Source material START

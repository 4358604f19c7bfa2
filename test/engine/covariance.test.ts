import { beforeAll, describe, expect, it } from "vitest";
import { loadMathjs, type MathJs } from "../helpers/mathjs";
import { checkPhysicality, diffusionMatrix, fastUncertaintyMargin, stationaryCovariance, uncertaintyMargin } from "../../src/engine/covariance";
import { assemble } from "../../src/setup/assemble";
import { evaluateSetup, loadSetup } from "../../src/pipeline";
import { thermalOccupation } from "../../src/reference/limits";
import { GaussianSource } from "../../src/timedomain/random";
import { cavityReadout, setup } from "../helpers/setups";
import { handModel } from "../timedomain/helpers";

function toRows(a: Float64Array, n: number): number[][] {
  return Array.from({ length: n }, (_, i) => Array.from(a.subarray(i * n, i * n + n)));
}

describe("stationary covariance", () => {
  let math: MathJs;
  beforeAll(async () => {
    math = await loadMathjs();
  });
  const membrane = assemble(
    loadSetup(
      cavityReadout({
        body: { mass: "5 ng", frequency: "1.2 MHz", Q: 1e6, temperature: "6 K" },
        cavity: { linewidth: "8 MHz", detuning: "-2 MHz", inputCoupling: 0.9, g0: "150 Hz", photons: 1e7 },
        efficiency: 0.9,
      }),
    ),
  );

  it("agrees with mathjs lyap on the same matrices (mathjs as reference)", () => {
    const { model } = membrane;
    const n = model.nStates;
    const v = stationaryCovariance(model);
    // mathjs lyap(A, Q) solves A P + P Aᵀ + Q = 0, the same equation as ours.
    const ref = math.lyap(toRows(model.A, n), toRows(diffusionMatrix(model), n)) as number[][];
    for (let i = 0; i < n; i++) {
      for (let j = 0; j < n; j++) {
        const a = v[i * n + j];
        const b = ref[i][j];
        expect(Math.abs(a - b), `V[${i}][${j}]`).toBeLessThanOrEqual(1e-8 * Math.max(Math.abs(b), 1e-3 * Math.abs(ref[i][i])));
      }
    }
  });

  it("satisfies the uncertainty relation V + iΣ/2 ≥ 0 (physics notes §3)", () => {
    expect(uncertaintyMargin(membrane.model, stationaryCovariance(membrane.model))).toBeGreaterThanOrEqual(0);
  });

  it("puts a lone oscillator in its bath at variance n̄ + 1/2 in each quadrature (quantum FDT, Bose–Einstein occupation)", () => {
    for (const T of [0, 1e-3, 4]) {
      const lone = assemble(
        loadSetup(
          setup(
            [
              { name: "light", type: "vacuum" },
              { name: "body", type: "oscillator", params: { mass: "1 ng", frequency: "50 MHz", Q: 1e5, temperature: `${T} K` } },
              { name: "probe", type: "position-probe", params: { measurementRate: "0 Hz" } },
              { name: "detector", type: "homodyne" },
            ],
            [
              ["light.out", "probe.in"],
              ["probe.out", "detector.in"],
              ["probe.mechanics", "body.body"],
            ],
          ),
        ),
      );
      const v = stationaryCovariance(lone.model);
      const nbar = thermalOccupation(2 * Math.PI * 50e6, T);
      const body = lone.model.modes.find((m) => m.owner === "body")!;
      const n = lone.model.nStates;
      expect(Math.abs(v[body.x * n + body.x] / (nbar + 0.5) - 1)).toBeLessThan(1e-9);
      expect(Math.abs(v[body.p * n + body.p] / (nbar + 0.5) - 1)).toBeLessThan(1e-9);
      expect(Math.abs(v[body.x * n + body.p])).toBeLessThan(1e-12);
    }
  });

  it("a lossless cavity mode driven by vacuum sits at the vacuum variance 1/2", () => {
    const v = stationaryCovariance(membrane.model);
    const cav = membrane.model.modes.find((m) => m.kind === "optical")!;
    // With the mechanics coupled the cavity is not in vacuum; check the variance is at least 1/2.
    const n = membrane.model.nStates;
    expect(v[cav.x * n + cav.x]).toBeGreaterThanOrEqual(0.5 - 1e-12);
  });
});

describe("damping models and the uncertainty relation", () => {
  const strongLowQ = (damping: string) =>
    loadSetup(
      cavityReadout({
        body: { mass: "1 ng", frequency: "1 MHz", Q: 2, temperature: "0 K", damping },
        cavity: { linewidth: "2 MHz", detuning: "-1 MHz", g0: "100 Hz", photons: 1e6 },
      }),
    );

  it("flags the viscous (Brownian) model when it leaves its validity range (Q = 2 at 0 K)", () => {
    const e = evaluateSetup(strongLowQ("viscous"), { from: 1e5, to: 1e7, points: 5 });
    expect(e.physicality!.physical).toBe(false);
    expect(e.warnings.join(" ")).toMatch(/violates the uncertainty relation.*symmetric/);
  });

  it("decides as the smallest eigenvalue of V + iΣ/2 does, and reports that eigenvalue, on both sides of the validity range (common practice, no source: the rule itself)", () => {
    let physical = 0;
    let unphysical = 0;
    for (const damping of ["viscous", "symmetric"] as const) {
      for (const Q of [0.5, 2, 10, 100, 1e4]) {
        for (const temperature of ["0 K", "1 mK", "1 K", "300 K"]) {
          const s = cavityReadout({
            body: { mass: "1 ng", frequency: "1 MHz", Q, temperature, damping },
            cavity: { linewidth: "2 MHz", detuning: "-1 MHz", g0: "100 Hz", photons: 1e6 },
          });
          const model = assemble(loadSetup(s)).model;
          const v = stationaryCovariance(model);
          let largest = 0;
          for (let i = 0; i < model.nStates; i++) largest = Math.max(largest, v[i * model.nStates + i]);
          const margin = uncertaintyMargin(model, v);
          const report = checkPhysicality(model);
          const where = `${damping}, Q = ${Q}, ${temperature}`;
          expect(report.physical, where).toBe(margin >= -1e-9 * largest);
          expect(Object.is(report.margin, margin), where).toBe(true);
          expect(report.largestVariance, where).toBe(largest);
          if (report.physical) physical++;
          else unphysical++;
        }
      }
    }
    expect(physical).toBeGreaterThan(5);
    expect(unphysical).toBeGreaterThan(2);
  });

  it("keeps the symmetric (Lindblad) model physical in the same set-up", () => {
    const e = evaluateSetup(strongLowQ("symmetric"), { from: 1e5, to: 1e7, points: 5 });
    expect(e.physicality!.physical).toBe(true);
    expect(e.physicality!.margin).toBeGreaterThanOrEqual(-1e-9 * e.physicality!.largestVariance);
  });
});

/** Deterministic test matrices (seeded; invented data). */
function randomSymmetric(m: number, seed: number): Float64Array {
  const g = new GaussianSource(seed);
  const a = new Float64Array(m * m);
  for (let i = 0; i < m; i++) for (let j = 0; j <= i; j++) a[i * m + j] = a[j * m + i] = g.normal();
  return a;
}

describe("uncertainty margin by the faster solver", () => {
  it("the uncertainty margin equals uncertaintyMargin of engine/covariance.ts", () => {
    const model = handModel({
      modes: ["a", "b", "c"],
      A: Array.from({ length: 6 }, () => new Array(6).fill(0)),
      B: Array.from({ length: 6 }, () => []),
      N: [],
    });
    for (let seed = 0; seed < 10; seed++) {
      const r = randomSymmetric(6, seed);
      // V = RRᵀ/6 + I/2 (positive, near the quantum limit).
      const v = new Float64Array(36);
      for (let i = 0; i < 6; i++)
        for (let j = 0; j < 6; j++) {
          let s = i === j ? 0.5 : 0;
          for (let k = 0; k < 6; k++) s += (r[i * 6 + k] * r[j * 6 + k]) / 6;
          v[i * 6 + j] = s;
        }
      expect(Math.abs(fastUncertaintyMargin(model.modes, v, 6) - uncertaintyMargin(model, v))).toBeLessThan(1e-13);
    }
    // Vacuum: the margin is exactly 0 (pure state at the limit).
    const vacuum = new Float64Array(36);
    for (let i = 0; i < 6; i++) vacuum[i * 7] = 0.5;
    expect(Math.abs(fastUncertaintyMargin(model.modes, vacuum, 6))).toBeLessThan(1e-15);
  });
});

Source material END

■ **Exercise objective**: Taking the material above, extract exactly and only the lines from the line with "uncertainty margin equals" to the line with "for (let k = 0;", inclusive of both.

■ **Task output**:
  it("the uncertainty margin equals uncertaintyMargin of engine/covariance.ts", () => {
    const model = handModel({
      modes: ["a", "b", "c"],
      A: Array.from({ length: 6 }, () => new Array(6).fill(0)),
      B: Array.from({ length: 6 }, () => []),
      N: [],
    });
    for (let seed = 0; seed < 10; seed++) {
      const r = randomSymmetric(6, seed);
      // V = RRᵀ/6 + I/2 (positive, near the quantum limit).
      const v = new Float64Array(36);
      for (let i = 0; i < 6; i++)
        for (let j = 0; j < 6; j++) {
          let s = i === j ? 0.5 : 0;
          for (let k = 0; k < 6; k++) s += (r[i * 6 + k] * r[j * 6 + k]) / 6;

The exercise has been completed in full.